Cant say I wanted him to choose Chihiro. But the ending was a lot better than I expected, when I first got into this series I was expecting another cliche harem ending where the MC doesn't pick anyone. I'm still going to miss this series though.


----------



## Ghost_of_Gashir (Apr 18, 2014)

On one hand, I'm glad Keima actually picked someone...on the other hand, it still feels incomplete because a lot of things weren't explained. Definitely seems like he rushed the ending.


----------



## EVERY SINGLE DAY!!! (Apr 18, 2014)

Did not see Yui X Ayumi coming.  
Atleast someone besides Keima and Chihiro got a happy end. 
Can't say  that for the rest of that wasteland of broken hearts and shattered dreams.


----------



## Zaru (Apr 18, 2014)

Poor Tenri. But I'm glad it was a setup to have them move on somehow.


----------



## Ghost_of_Gashir (Apr 18, 2014)

Yui isn't moving on, though.


----------



## Magnum Miracles (Apr 18, 2014)

Sweet ending, Dokurou and Tenri were just perfect. Definitely one of my favorite manga ending.

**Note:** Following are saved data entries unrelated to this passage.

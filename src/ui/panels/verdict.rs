//! The verdict panel: clashes and uncoloured land, the notes from reading the file, the fewest
//! colours and whether three can do (with their proofs), and whether the borders can be drawn
//! flat (with the Kuratowski certificate). What it says comes from a pure function
//! ([`verdict_lines`]) and the analysis; what the user asks for goes out as actions.

use egui::RichText;

use crate::analysis::{self, PlanarityVerdict, Rules};
use crate::doc::{Document, RegionId};
use crate::ui::commands::Command;
use crate::ui::frame::{Action, Frame, region_name as name};
use crate::ui::state::Highlight;
use crate::ui::widgets::marked;

/// One line of the verdict panel.
#[derive(Clone, Debug, PartialEq)]
pub enum VerdictLine {
    /// All is well with this aspect.
    Good(String),
    /// Something the user should fix; the regions are offered as links.
    Problem {
        text: String,
        regions: Vec<RegionId>,
    },
    /// Plain information.
    Note(String),
}

/// How many clashes or broken pins the verdict panel lists one by one.
const MAX_LISTED: usize = 25;

/// What the verdict panel says about the current colouring and rules. Pure, so it is unit-tested.
pub fn verdict_lines(doc: &Document, checks: &Rules) -> Vec<VerdictLine> {
    let mut out = Vec::new();
    let c = &checks.colouring;
    out.push(VerdictLine::Note(format!(
        "{} land regions as {} colouring units with {} borders",
        checks.land, checks.graph_vertices, checks.graph_edges
    )));
    for conflict in &checks.conflicts {
        out.push(VerdictLine::Problem {
            text: format!("Rules contradict: {}", conflict.describe(doc)),
            regions: conflict.regions(),
        });
    }
    if c.clashes.is_empty() {
        if c.uncoloured.is_empty() {
            out.push(VerdictLine::Good("No neighbours share a colour".into()));
        }
    } else {
        out.push(VerdictLine::Note(format!(
            "{}: neighbours with the same colour",
            crate::ui::words::count(c.clashes.len(), "clash", "clashes")
        )));
        // A long list helps nobody and costs frame time: show the first ones and count the rest.
        for clash in c.clashes.iter().take(MAX_LISTED) {
            out.push(VerdictLine::Problem {
                text: format!(
                    "{} and {} both have colour {}",
                    name(doc, clash.pair.a()),
                    name(doc, clash.pair.b()),
                    clash.slot + 1
                ),
                regions: vec![clash.pair.a(), clash.pair.b()],
            });
        }
        if c.clashes.len() > MAX_LISTED {
            out.push(VerdictLine::Note(format!(
                "… and {} more clashes",
                c.clashes.len() - MAX_LISTED
            )));
        }
    }
    // A map not coloured at all is a first step to take, not a list of faults.
    let nothing_coloured = doc.colouring().is_empty() && checks.land > 0;
    if nothing_coloured {
        out.push(VerdictLine::Note(
            "Not coloured yet: Colour with the fewest colours (Ctrl+Enter) colours it, keeping \
             pins and groups"
                .into(),
        ));
    } else if !c.uncoloured.is_empty() {
        let n = c.uncoloured.len();
        out.push(VerdictLine::Problem {
            text: format!(
                "{} {} no colour yet",
                crate::ui::words::count(n, "land region", "land regions"),
                if n == 1 { "has" } else { "have" }
            ),
            regions: c.uncoloured.iter().take(12).copied().collect(),
        });
    }
    let pins = c
        .pins_broken
        .iter()
        .filter(|p| !(nothing_coloured && p.coloured.is_none()));
    for p in pins.take(MAX_LISTED) {
        out.push(VerdictLine::Problem {
            text: format!(
                "{} is pinned to colour {} but {}",
                name(doc, p.region),
                p.pinned + 1,
                if p.coloured.is_some() {
                    "coloured otherwise"
                } else {
                    "has no colour yet"
                }
            ),
            regions: vec![p.region],
        });
    }
    for (g, members) in &c.groups_split {
        let group = doc.groups().get(g).map_or("?", |g| g.name.as_str());
        out.push(VerdictLine::Problem {
            text: format!("Group \"{group}\" is split across colours"),
            regions: members.clone(),
        });
    }
    if c.is_clean() && checks.conflicts.is_empty() {
        let used = checks.slot_use.iter().filter(|&&n| n > 0).count();
        out.push(VerdictLine::Good(format!(
            "The colouring is complete and valid, with {used} colours"
        )));
    }
    out
}
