@dataclass(frozen=True)
class SharingResult:
    """Solved current sharing of a layout (see module notes).

    ``currents`` holds every conductor (layout order) at every component ``orders``; only the
    parallel-group members differ from the equal shares.
    """

    names: tuple[str, ...]
    orders: np.ndarray  # (H,) int
    currents: np.ndarray  # (H, n) complex
    shares: tuple[ConductorShare, ...]
    groups: tuple[GroupFigure, ...]
    temperature_c: float
    reactance_only: bool  # some parallel group was solved without R'
    gmr_from_overall: tuple[str, ...]  # parallel conductors whose GMR used the overall radius
    sources: SourceArrays  # the layout's sources carrying the solved currents

    def notes(self) -> list[str]:
        """What the figures rest on, in words (shown with every output that uses them)."""
        out: list[str] = []
        if self.groups:
            out.append("R' from IEC 60228 (class 2, 20 °C) at a conductor temperature of "
                       f"{self.temperature_c:g} °C, AC resistance by the IEC 60287-1-1 skin "
                       "effect; proximity effect left out")
        rx = [f"{g.circuit} {g.phase}" for g in self.groups if g.reactance_only]
        if rx:
            out.append("reactance-only sharing (no conductor area given): " + ", ".join(rx))
        if self.gmr_from_overall:
            out.append("self inductance from the overall diameter (no area given): "
                       + ", ".join(self.gmr_from_overall))
        return out


def solve_sharing(layout: Layout,
                  temperature_c: float = DEFAULT_TEMPERATURE_C) -> SharingResult:
    """Current sharing between parallel conductors of every phase of the layout.

    Parameters
    ----------
    layout : Layout
    temperature_c : float
        Conductor temperature for R', °C (default :data:`DEFAULT_TEMPERATURE_C`).

    Returns
    -------
    SharingResult

    Raises
    ------
    SharingError
        When the impedance system has no solution (naming the conductors).

    Notes
    -----
    See the module notes and :func:`solve_plan`. Imbalance of a group:
    (max |I| − min |I|) / mean |I| × 100. A group whose total is zero at its reported
    component (two parallel neutrals of a balanced circuit) is reported by its circulating
    current, Σ|I| / 2, not by shares of a zero total.

    References
    ----------
    F. W. Grover, *Inductance Calculations*, 1946; IEC 60287-1-1 (R' at temperature, skin
    effect); IEC 60228 (R' at 20 °C).
    """
    plan = sharing_plan(layout, temperature_c)
    cur = solve_plan(plan, plan.sources.xy_m)
    imb = group_imbalance_pct(plan, cur)
    cons = layout.conductors
    rss = np.sqrt(np.sum(np.abs(cur) ** 2, axis=0))
    zero = ZERO_TOTAL * max(plan.scale_a, 1e-300)
    shares: list[ConductorShare] = []
    groups: list[GroupFigure] = []
    for k, g in enumerate(plan.groups):
        row = plan.report_row[k]
        total = abs(plan.totals[row, k])
        circulating = 0.0
        if total <= zero:
            total = 0.0
            circulating = float(sum(abs(cur[row, i]) for i in g.members) / 2.0)
        for i in g.members:
            v = complex(cur[row, i])
            shares.append(ConductorShare(
                cons[i].name, g.circuit, g.phase, v, abs(v), float(np.angle(v, deg=True)),
                abs(v) / total * 100.0 if total > 0 else None, float(rss[i])))
        imbalance = None if total == 0.0 and circulating > zero else float(imb[k])
        groups.append(GroupFigure(g.circuit, g.phase, tuple(cons[i].name for i in g.members),
                                  float(total), g.order,
                                  0.0 if total == 0.0 and imbalance is not None else imbalance,
                                  g.reactance_only, circulating if circulating > zero else 0.0))
    overall = tuple(cons[i].name for i in plan.free if not plan.gmr_from_area[i])
    return SharingResult(
        names=tuple(c.name for c in cons), orders=plan.orders, currents=cur,
        shares=tuple(shares), groups=tuple(groups), temperature_c=plan.temperature_c,
        reactance_only=any(g.reactance_only for g in plan.groups), gmr_from_overall=overall,
        sources=replace(plan.sources, currents=cur),
    )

Played the opening of the third season right after I finished it too .


----------



## Lord Yu (Apr 18, 2014)

While the ending was concrete it felt like they ended the Vintage struggle way too quickly and easily. Before the ending announcement I felt there was at least another arc in the story. The ending is nice but I think it could have had at least another volume to properly pace out everything.


----------



## PPsycho (Apr 18, 2014)

I'm a little sad, but also satisfied at the same time. Been enjoying this manga for so long. With the godesses and with each other the girls can move on, and since they all retained their memories obviously Keima couldn't satisfy everybody. Chosing someone was indeed better than leaving it open and letting the cat fights continue.

Thanks for your hard work Wakaki sensei  Looking forward to his future works.


----------



## Tyrannos (Apr 18, 2014)

It was a satisfying ending, especially given how the endings of other mangas been major disappointments in the last few years.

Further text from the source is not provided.